Extracted entries.
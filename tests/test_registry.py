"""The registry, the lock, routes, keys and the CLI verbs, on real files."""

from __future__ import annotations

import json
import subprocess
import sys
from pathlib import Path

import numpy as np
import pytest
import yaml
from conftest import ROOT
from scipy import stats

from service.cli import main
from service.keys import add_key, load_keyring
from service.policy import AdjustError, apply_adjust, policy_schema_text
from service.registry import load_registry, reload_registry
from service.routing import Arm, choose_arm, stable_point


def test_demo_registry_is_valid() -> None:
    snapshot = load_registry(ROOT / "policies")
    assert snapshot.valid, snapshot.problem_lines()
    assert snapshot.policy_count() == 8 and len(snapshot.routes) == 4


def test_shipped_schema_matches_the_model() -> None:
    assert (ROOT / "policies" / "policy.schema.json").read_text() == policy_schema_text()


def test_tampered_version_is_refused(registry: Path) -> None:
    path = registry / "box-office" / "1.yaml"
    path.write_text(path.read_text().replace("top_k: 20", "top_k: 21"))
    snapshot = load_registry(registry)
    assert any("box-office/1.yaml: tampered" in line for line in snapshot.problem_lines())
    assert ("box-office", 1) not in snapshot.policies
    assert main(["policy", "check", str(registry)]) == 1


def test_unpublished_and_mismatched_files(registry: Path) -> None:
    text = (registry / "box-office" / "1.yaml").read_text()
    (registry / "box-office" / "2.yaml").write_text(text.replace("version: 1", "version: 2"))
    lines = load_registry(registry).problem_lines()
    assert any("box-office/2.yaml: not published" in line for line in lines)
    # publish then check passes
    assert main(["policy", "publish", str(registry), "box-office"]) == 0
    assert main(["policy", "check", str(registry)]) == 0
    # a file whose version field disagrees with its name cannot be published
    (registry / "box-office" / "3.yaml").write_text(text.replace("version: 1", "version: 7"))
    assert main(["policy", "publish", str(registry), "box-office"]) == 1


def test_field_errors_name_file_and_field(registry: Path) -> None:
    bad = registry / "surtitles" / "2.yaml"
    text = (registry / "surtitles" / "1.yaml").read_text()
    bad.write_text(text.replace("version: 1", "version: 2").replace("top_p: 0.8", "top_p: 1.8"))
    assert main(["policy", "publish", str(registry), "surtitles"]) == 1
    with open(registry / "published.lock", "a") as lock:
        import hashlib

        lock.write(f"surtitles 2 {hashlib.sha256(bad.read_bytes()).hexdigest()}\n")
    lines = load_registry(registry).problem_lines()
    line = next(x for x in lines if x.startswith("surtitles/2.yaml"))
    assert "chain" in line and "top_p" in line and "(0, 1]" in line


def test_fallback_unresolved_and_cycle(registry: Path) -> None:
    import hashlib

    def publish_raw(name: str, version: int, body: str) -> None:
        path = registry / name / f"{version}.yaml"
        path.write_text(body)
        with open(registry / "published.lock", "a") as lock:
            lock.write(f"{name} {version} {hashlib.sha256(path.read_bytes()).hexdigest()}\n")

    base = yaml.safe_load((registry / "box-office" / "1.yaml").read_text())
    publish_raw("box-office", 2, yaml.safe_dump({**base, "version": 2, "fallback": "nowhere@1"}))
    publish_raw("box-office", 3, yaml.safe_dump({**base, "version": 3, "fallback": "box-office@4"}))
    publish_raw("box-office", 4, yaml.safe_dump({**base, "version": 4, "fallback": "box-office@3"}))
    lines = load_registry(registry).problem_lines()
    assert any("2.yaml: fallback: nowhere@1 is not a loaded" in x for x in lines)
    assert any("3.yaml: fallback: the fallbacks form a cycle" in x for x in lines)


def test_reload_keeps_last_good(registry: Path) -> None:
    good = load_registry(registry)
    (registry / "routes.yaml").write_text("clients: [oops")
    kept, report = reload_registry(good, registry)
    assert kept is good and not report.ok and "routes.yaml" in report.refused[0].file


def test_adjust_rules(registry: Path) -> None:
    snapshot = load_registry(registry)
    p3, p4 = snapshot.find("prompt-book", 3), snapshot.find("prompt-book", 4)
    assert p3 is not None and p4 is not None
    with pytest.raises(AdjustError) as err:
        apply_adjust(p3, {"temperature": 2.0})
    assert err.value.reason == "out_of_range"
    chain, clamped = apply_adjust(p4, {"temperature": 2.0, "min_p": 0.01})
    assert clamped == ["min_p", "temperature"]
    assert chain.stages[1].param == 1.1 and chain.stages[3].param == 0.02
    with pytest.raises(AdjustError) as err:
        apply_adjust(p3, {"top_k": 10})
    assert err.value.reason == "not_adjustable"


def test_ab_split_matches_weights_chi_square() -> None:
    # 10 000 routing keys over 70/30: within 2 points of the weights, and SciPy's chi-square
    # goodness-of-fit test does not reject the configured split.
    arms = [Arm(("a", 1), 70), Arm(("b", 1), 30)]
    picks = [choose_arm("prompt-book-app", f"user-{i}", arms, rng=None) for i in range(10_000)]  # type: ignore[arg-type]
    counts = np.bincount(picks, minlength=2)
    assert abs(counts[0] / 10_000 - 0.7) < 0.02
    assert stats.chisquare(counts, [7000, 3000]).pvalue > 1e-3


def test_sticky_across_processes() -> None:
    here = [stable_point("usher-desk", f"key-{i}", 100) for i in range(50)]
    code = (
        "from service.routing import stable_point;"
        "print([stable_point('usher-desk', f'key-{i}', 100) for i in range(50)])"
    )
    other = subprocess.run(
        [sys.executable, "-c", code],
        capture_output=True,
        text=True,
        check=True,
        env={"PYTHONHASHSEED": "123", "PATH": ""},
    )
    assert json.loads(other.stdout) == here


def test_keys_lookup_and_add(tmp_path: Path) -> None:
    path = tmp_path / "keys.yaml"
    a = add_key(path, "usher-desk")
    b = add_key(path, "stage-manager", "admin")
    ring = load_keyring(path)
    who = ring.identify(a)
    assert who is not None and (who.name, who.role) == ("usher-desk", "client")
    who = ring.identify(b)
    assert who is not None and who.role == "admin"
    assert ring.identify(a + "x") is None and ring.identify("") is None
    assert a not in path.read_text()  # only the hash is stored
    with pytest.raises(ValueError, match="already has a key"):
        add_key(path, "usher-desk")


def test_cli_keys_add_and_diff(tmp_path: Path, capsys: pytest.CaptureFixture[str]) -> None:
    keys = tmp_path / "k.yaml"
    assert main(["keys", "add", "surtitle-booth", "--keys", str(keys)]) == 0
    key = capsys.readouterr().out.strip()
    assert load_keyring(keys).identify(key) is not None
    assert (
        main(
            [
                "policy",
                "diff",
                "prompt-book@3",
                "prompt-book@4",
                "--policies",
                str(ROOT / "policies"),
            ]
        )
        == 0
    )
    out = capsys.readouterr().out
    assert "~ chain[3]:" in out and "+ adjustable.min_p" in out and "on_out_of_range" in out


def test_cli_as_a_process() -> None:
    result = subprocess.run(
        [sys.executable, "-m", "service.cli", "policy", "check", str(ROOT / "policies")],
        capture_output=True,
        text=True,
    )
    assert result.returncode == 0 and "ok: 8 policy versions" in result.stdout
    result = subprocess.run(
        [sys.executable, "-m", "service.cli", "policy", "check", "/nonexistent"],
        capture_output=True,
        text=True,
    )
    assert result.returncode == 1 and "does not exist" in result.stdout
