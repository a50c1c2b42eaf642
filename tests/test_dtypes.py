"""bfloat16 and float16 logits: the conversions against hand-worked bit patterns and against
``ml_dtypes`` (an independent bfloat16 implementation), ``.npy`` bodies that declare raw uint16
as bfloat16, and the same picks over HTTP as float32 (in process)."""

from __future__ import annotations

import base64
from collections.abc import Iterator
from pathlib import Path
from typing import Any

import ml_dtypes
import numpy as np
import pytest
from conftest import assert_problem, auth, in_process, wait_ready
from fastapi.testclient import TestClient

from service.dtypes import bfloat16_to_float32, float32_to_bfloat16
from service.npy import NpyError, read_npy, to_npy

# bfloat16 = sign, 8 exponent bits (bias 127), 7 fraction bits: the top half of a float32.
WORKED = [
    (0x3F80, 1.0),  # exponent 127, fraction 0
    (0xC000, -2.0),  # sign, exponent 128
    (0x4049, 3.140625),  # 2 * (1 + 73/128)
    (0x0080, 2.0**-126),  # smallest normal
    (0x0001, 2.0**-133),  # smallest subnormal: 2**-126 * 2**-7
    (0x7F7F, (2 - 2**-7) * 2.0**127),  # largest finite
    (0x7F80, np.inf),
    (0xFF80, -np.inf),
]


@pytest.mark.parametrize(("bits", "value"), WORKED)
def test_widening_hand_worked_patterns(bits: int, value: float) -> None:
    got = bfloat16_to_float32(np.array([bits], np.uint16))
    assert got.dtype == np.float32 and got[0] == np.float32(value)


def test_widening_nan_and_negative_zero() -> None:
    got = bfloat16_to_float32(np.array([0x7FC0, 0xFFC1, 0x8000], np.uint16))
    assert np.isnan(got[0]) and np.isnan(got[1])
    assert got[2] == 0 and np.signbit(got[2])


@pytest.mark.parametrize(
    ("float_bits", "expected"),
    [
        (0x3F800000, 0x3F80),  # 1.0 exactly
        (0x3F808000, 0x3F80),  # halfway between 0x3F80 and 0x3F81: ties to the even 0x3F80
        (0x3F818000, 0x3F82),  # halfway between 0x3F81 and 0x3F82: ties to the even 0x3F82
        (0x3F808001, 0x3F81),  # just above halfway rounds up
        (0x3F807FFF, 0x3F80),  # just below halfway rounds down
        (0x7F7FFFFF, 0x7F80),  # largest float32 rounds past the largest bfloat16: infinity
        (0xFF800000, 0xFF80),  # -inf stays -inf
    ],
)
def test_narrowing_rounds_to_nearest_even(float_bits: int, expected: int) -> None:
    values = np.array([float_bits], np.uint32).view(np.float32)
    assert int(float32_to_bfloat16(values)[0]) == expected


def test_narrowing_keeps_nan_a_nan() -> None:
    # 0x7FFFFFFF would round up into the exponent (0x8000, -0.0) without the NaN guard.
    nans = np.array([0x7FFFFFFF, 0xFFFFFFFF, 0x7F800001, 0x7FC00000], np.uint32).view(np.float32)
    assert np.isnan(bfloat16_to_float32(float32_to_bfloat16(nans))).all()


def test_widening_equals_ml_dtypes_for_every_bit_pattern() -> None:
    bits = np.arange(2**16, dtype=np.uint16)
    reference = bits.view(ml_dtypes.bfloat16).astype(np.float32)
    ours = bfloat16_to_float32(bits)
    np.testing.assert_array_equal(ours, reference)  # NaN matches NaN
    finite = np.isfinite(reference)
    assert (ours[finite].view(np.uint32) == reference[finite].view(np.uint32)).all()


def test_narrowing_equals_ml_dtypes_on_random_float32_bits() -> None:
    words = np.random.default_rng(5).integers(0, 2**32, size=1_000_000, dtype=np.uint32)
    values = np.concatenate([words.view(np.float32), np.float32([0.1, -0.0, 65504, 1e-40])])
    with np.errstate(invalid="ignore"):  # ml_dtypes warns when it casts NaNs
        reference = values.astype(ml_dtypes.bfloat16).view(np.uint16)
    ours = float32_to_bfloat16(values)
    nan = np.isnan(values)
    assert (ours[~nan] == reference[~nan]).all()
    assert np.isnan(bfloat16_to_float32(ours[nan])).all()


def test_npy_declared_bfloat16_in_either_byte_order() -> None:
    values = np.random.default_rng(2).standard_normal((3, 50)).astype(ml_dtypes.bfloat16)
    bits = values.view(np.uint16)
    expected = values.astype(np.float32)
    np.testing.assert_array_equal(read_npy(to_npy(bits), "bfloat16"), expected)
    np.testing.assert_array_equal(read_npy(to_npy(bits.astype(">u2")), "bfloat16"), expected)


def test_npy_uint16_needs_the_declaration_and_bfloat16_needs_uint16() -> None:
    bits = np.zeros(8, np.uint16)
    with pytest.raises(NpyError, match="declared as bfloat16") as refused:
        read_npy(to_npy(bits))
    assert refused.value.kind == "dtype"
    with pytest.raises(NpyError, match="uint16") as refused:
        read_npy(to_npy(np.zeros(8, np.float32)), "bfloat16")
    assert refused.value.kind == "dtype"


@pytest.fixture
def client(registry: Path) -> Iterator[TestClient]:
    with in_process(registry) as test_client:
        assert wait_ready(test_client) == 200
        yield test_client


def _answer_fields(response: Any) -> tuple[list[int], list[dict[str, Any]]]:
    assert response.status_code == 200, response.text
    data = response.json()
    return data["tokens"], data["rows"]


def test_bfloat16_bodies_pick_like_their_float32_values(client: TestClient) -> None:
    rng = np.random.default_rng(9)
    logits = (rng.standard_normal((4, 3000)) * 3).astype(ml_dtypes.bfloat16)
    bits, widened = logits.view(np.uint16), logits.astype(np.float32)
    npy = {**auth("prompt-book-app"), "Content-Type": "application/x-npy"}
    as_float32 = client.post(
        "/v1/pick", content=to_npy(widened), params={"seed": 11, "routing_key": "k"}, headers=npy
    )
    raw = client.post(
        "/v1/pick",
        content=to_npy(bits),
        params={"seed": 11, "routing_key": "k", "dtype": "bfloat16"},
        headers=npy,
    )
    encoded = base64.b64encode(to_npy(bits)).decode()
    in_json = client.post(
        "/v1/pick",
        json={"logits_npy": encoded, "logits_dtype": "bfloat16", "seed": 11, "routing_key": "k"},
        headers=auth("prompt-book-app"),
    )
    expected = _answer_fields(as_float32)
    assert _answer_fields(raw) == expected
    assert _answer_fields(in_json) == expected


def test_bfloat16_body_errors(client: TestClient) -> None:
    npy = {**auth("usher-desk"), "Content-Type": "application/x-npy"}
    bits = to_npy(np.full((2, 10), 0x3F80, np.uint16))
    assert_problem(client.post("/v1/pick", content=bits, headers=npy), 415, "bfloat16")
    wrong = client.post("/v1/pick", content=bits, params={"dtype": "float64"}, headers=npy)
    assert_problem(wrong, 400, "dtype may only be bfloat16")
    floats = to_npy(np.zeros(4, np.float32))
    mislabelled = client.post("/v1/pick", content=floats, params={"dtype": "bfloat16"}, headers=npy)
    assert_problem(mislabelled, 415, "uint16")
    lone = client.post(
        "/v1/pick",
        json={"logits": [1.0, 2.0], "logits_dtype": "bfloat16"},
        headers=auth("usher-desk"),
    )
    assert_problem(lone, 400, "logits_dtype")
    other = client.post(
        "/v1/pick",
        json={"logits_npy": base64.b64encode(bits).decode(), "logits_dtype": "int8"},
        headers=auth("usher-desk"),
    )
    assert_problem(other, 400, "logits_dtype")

Work required.
Which lines of the data hold the string "testing"? Return each of them.

Exercise response.
    np.testing.assert_array_equal(ours, reference)  # NaN matches NaN
    np.testing.assert_array_equal(read_npy(to_npy(bits), "bfloat16"), expected)
    np.testing.assert_array_equal(read_npy(to_npy(bits.astype(">u2")), "bfloat16"), expected)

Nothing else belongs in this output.